- EXERCISE GOAL -
Could you return every record below without changing a word?

#####

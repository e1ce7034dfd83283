import type { Routes } from '@angular/router';

/** The Matrix desk's pages, lazy-loaded under `/desk` behind the desk guard. */
export const DESK_ROUTES: Routes = [
  { path: '', title: 'Matrix desk · Sylvasift', loadComponent: () => import('./matrix-grid-page') },
  { path: 'editions', title: 'Editions · Matrix desk · Sylvasift', loadComponent: () => import('./editions-page') },
  { path: 'changes', title: 'Change log · Matrix desk · Sylvasift', loadComponent: () => import('./change-log-page') },
];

#####

- ANSWER SPACE -
repository e1ce7034dfd83283
import type { Routes } from '@angular/router';

/** The Matrix desk's pages, lazy-loaded under `/desk` behind the desk guard. */
export const DESK_ROUTES: Routes = [
  { path: '', title: 'Matrix desk · Sylvasift', loadComponent: () => import('./matrix-grid-page') },
  { path: 'editions', title: 'Editions · Matrix desk · Sylvasift', loadComponent: () => import('./editions-page') },
  { path: 'changes', title: 'Change log · Matrix desk · Sylvasift', loadComponent: () => import('./change-log-page') },
];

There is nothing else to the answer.